Now that Ron DeSantis has scrubbed all the woke out of Florida math textbooks, it’s time for the state’s social studies textbooks to be winnowed, so that no traces of critical race theory remains, and so no children feel guilty or sad about history. The New York Times reports (gift link) that as part of the periodic review of textbooks this year,

a small army of state experts, teachers, parents and political activists have combed thousands of pages of text — not only evaluating academic content, but also flagging anything that could hint, for instance, at critical race theory.

Remember, of course, that while in academia, critical race theory is a graduate-level topic of study, on the right, CRT means anything that makes white people fretting about The Blacks uncomfortable.

One group involved in the effort, the Florida Citizens Alliance, determined that 29 of the 38 textbooks its volunteers examined were simply inappropriate for use in Florida, and urged the Florida Department of Education to reject them. The Times notes that the group’s co-founders helped out with education policy during DeSantis’s transition (to governor, not in a trans kind of way, heavens!), and that it has “helped lead a sweeping effort to remove school library books deemed as inappropriate, including many with L.G.B.T.Q. characters.”

We bet the books they rejected were just full of critical racecars and critical footraces!
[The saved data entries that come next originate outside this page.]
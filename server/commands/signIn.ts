import { eq } from 'drizzle-orm'
import type { Me, SignIn } from '#shared/schemas/auth'
import { Fault } from '#shared/types/fault'
import type { Database } from '#server/database/client'
import { openPerson, withoutBrewery } from '#server/database/door'
import { breweriesOf, userByEmail } from '#server/database/queries/people'
import { users } from '#server/database/schema/index'
import { presentMe } from '#server/presenters/me'
import { decoyHash, hashPassword, inTurn, needsNewHash, verifyPassword } from '#server/security/passwords'
import { recordAttempt, requireFewFailures, type Attempt } from './attempts'
import { openSession } from './session'

// Nobody has an address with other signs than these, and some of them no database takes.
const ADDRESS_SIGNS = /^[\x21-\x7E]+$/

/** Where a sign-in comes from. */
export interface Caller {
  /** A keyed hash of the network address. */
  addressHash: string
  /** A keyed hash of the account's address, as typed. */
  accountHash: string
  /** The session that the browser came with: it ends here. */
  oldSessionHash: string | null
  now: Date
}

/**
 * Check a password and open a session. A wrong password, an unknown address and one that cannot be an address are
 * answered alike, in the same time. A person in one brewery is in it at once.
 */
export async function signIn(database: Database, input: SignIn, caller: Caller): Promise<{ token: string, me: Me }> {
  const { now } = caller
  const attempt: Attempt = { kind: 'signIn', accountHash: caller.accountHash, addressHash: caller.addressHash }
  await withoutBrewery(database, tx => requireFewFailures(tx, attempt, now))

  return inTurn(async () => {
    // Asked again when it is this one's turn: a burst that passed the first look together is stopped here.
    const user = await withoutBrewery(database, async (tx) => {
      await requireFewFailures(tx, attempt, now)
      return ADDRESS_SIGNS.test(input.email) ? userByEmail(tx, input.email.toLowerCase()) : undefined
    })
    const right = await verifyPassword(user?.passwordHash ?? await decoyHash(), input.password)
    if (!user || !right) {
      await withoutBrewery(database, tx => recordAttempt(tx, attempt, false, now))
      throw new Fault('wrongSignIn', 'The address or the password is not right.')
    }
    const newHash = needsNewHash(user.passwordHash) ? await hashPassword(input.password) : null
    return withoutBrewery(database, async (tx) => {
      await recordAttempt(tx, attempt, true, now)
      if (newHash !== null) await tx.update(users).set({ passwordHash: newHash }).where(eq(users.id, user.id))
      await openPerson(tx, user.id)
      const breweries = await breweriesOf(tx, user.id, now)
      const only = breweries.length === 1 ? breweries[0] : undefined
      const token = await openSession(tx, user.id, only?.id ?? null, caller.oldSessionHash, now)
      return { token, me: presentMe(user, only?.id ?? null, breweries, now) }
    })
  })
}
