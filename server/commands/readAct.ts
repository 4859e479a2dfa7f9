import type { ActView } from '#shared/schemas/ledger'
import { Fault } from '#shared/types/fault'
import { actById, brewsOldestFirst, reversalsOf } from '#server/database/queries/ledger'
import { vesselsInWalkingOrder } from '#server/database/queries/vessels'
import { presentAct } from '#server/presenters/ledger'
import type { Work } from './work'

/** One act with its movements, and which of them were struck out. */
export async function readAct({ tx, brewery }: Work, id: string): Promise<ActView> {
  const known = await actById(tx, brewery.id, id)
  if (!known) throw new Fault('notFound', 'There is no such act.')
  const vessels = await vesselsInWalkingOrder(tx, brewery.id)
  const brews = new Map((await brewsOldestFirst(tx, brewery.id)).map(brew => [brew.id, brew]))
  return presentAct(known, { vessels, brews }, await reversalsOf(tx, brewery.id, known.movements.map(movement => movement.id)))
}
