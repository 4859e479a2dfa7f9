import type { VesselView } from '#shared/schemas/vessel'
import { vesselsInWalkingOrder } from '#server/database/queries/vessels'
import { presentVessel } from '#server/presenters/vessel'
import type { Work } from './work'

/** All vessels of the brewery in walking order, with what is in each. */
export async function listVessels({ tx, brewery }: Work): Promise<VesselView[]> {
  const rows = await vesselsInWalkingOrder(tx, brewery.id)
  return rows.map(presentVessel)
}
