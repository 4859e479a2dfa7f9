import { FetchError } from 'ofetch'
import type { VesselView } from '#shared/schemas/vessel'
import type { Problem } from '#shared/types/problem'

/** Why a call came to nothing: the server's own account of it, no way to the server, or an answer that makes no sense. */
export type Failure
  = | { kind: 'problem', problem: Problem }
    | { kind: 'offline' }
    | { kind: 'broken' }

/** What a thrown value of a call means. */
export function failureOf(thrown: unknown): Failure {
  if (!(thrown instanceof FetchError)) return { kind: 'broken' }
  if (thrown.response === undefined) return { kind: 'offline' }
  const body: unknown = thrown.data
  return isProblem(body) ? { kind: 'problem', problem: body } : { kind: 'broken' }
}

/** One sentence on a failed call, in words that are ours or that the server wrote for a person to read. */
export function failureSentence(failure: Failure): string {
  if (failure.kind === 'offline') return 'No network. What you typed is kept here; try again.'
  if (failure.kind === 'broken' || failure.problem.status >= 500) return 'Undercroft could not do this just now. What you typed is kept here; try again.'
  return failure.problem.detail
}

/** Whether an unknown value is a vessel, as far as the face needs to know. */
export function isVesselView(value: unknown): value is VesselView {
  return isRecord(value) && typeof value.id === 'string' && typeof value.name === 'string'
    && typeof value.version === 'number' && typeof value.workingLitres === 'number'
}

export function isProblem(value: unknown): value is Problem {
  return isRecord(value) && typeof value.status === 'number' && typeof value.code === 'string'
    && typeof value.detail === 'string' && Array.isArray(value.errors)
}

function isRecord(value: unknown): value is Record<string, unknown> {
  return typeof value === 'object' && value !== null
}

/**
 * Ends a reading that came to nothing with an error whose message is a sentence for a person. Said where it is caught:
 * on its way to the page an error loses what it was.
 */
export function failReading(thrown: unknown): never {
  const failure = failureOf(thrown)
  throw createError({ statusCode: failure.kind === 'problem' ? failure.problem.status : 503, message: readingSentence(failure) })
}

function readingSentence(failure: Failure): string {
  if (failure.kind === 'offline') return 'There is no network.'
  return failure.kind === 'problem' && failure.problem.status < 500 ? failure.problem.detail : 'Undercroft did not answer as it should.'
}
Just how bad were these awful textbooks?


In a summary of its findings submitted to the state last month, the group complained that a McGraw Hill fifth-grade textbook, for example, mentioned slavery 189 times within a few chapters alone. Another objection: An eighth-grade book gave outsize attention to the “negative side” of the treatment of Native Americans, while failing to give a fuller account of their own acts of violence, such as the Jamestown Massacre of 1622, in which Powhatan warriors killed more than 300 English colonists.

Good call, because while Native Americans may have been genocided by disease — and later by US federal policy — some fought back, and that evens everything out.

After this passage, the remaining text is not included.